Marie-France Lesné (1953)
Céramiste sculptrice à Clans (Alpes-Maritimes)
Un chemin de hasard pour une rebelle aux doigts d’argile
Née en 1953 à Angoulême, Marie-France Lesné commence à suivre les cours de l‘École nationale supérieure d'architecture (Paris) en 1976. Mais son indépendance des procédures éducatives trop rigoureuses conduit la jeune femme à aborder l’art sous un autre angle.
Licenciée en histoire de l’art (Paris, Aix-Provence), Marie-France ressent le besoin de s’éloigner de la capitale et de se connecter à la nature. Avec une détermination affirmée, elle part dans la vallée du Jabron pour élever des chèvres !
C’est à cette période qu’elle rencontre au pied du Mont Ventoux, la céramiste Colette Charrier, qui l’initie à la faïence. Douée pour le graphisme, Marie-France commence alors la décoration sur faïence. Rapidement, elle prend conscience des possibilités illimitées de travailler la terre avec ses mains.
Retour à Paris. Elle se forme au tournage dans l’atelier d’Augusto Tozzala. Puis, en parallèle d’un travail auprès des éditions Mazenod, elle s’épanouit dans un petit atelier parisien à tourner la terre.
Il est temps de tailler la zone ! Elle quitte la capitale pour s’installer dans la région niçoise et se lancer pleinement dans l’aventure de la Terre.
Son atelier est situé à Clans, petit village de montagne dans l’arrière-pays niçois.
Depuis 1990, Marie-France Lesné expose dans les festivals et galeries (citons entre-autres la galerie French Arts Factory, Le jardin de Malrigou 2026 …..).
Certaines de ses œuvres ont également été présentées dans des musées, notamment dans le cadre d’expositions dédiées à la céramique contemporaine.
L'organique au coeur de l'esprit
Les galets polis du bord marin vont inspirer la recherche des formes de Marie-France Lesné.
L’architecture qui l’avait séduite étudiante, s’invite tout naturellement dans l’argile qu’elle monte au colombin. Ses créations sont volontairement épurées, asymétriques, presque en déséquilibre.
Ce sont des contenants (bouteilles et vases) et des sculptures abstraites et ondulantes.
Lignes, courbures, arrêtes souples s’affrontent et se complètent avec douceur et poésie.

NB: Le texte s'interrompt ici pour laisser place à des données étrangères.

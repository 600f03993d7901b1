import { parse } from 'csv-parse/sync';
import fc from 'fast-check';
import { defused } from '#shared/domain/defused';
import { csvHeader, csvRows } from './csv-text';

const COLUMNS = ['text', 'vehicle.make', 'number', 'flag', 'nothing'];

describe('csvRows', () => {
  it('given cells of every kind, writes them raw with CRLF, and null as nothing (rule 62)', () => {
    const record = { text: 'a', vehicle: { make: 'b' }, number: -1.5, flag: false, nothing: null };
    expect(csvHeader(COLUMNS)).toBe('text,vehicle.make,number,flag,nothing\r\n');
    expect(csvRows(COLUMNS, [record, { ...record, flag: true }])).toBe(
      'a,b,-1.5,false,\r\na,b,-1.5,true,\r\n',
    );
  });

  it('given a nested field that is not there, leaves its cell empty', () => {
    expect(csvRows(['largestStep.step', 'vehicle.key'], [{ largestStep: null, vehicle: {} }])).toBe(
      ',\r\n',
    );
  });

  it('given text that a spreadsheet would run, puts an apostrophe before it; never before a number', () => {
    for (const start of ['=', '+', '-', '@', '\t', '\r']) {
      expect(defused(`${start}1`)).toBe(`'${start}1`);
    }
    expect(defused('1-1')).toBe('1-1');
    expect(csvRows(['a', 'b'], [{ a: '=1+1', b: -1 }])).toBe("'=1+1,-1\r\n");
  });

  it('given no record, writes nothing', () => {
    expect(csvRows(COLUMNS, [])).toBe('');
  });

  /** Library reference of this spec: csv-parse 7.0.3. */
  it('given any text, is read back as it was', () => {
    const cell = fc.oneof(
      fc.string({ unit: 'binary' }),
      fc.string({ unit: fc.constantFrom('"', ',', '\r', '\n', ' ', "'", '=', 'x') }),
    );
    fc.assert(
      fc.property(fc.array(fc.tuple(cell, cell), { minLength: 1 }), (rows) => {
        const text = csvRows(
          ['a', 'b'],
          rows.map(([a, b]) => ({ a, b })),
        );
        const back = parse(text, { record_delimiter: '\r\n', relax_column_count: false });
        expect(back).toEqual(rows.map((row) => row.map(defused)));
      }),
    );
  });
});
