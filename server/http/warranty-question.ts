import type { Scope } from '#db/scope';
import type { JobFilters } from '#db/queries/job-filters';
import type { FieldProblem, ScopeQuery } from '#shared/contracts/fields';
import { breaksOfPeriod } from '#shared/domain/period';
import { refuseInput } from '#shared/domain/refusal';
import { todayIn } from '../clock';
import type { Kit } from '../kit';
import { findPackages } from './scope-question';

/** What warranty figures are asked about. Days that were not asked for are left to the first job and the as-of day (rule 15). */
export interface CoverAsked {
  scope: Scope;
  asOf: string;
  from: string | undefined;
  to: string | undefined;
  filters: Pick<JobFilters, 'packageIds' | 'bodyTypes'>;
}

/** Reads what the warranty calls have in common: as of which day (today, never later) and which jobs; `more` is what else is wrong. */
export function coverQuestion(
  kit: Kit,
  allowed: Scope,
  query: ScopeQuery & { asOf?: string | undefined },
  more: readonly FieldProblem[] = [],
): CoverAsked {
  const scope = allowed.narrow(query);
  const today = todayIn(scope, kit.clock);
  const { asOf = today, from, to } = query;
  const problems = [
    ...(asOf > today ? [{ path: '/query/asOf', message: `is after today (${today})` }] : []),
    ...(from === undefined ? [] : breaksOfPeriod({ from, to: to ?? asOf })),
    ...more,
  ];
  if (problems.length > 0) throw refuseInput(problems);
  const filters = { packageIds: findPackages(kit, query.package), bodyTypes: query.bodyType };
  return { scope, asOf, from, to, filters };
}

/** What is wrong with the groups asked for: more than can be told apart in one picture. */
export function breaksOfGroups(
  groups: readonly string[] | undefined,
  most: number,
): FieldProblem[] {
  if (new Set(groups).size <= most) return [];
  return [{ path: '/query/group', message: `at most ${most} groups are compared at once` }];
}
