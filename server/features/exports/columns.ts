/** Columns of each export, named as the JSON fields; nested ones with a dot (rule 62). */

export const MARGIN_COLUMNS = [
  ...['week', 'jobs', 'unbilled', 'unbilledCostCents', 'revenueCents', 'labourCents'],
  ...['productCents', 'consumablesCents', 'boughtInCents', 'feeCents', 'marginCents'],
  ...['marginShare', 'expectedMarginCents', 'signal', 'whole'],
];

export const OVERRUN_COLUMNS = [
  ...['key', 'cars', 'estimatedMinutes', 'actualMinutes', 'ratio', 'ratioStandardError'],
  ...['median', 'p80', 'p95', 'allowance'],
];

export const JOB_COLUMNS = [
  ...['branch', 'jobRef', 'revision', 'vehicle.key', 'vehicle.make', 'vehicle.model'],
  ...['vehicle.bodyType', 'vehicle.firstRegistered', 'package', 'completedOn', 'hasRot'],
  ...['unbilled', 'daysWaiting', 'estimatedMinutes', 'actualMinutes', 'overrunMinutes'],
  ...['beyondChargedMinutes', 'agreedExtraMinutes', 'agreedExtraCents', 'revenueCents'],
  ...['costCents', 'marginCents', 'marginShare', 'expectedMarginCents', 'largestStep.step'],
  ...['largestStep.cents'],
];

Le jeu d’ombres et de lumières associé à une couleur monochrome a toute son importance dans la construction de chaque volume.
Si certaines faïences sont mates, d’autres brillent d’un effet métallique simulant un bronze, elles sont patinées à la gomme laque, engobées et parfois vernies.
Comme sujet de prédilection, l’organique est le terrain de chasse de Marie-France Lesné : la terre prise dans ses mains est malaxée, déformée, étirée avec audace. Les jeux subtils des courbes et des angles évoquent certaines formes molles, qui ‘s’enflent et s’amincissent’ comme aurait dit Jean Arp.
Petits clins d’œil au biomorphisme de Henry Moore ou Barbara Hepworth, Marie-France Lesné revisite ce courant artistique selon son propre langage. Avec la série ‘Lyre’, le mouvement porte la danse et le son.
Avec la série ‘Passeur’, la forme percée ouvre une porte sur l’extérieur, invitant le regard du curieux à traverser ce passage et à passer ‘Derrière le miroir’.
Les sculptures abstraites de Marie-France Lesné se visitent et re-visitent : en tournant autour d’une pièce, l’architecture de la forme se révèle et offre les autres faces de sa personnalité.
Une œuvre contemporaine, eurythmique et sensible à découvrir et suivre de près !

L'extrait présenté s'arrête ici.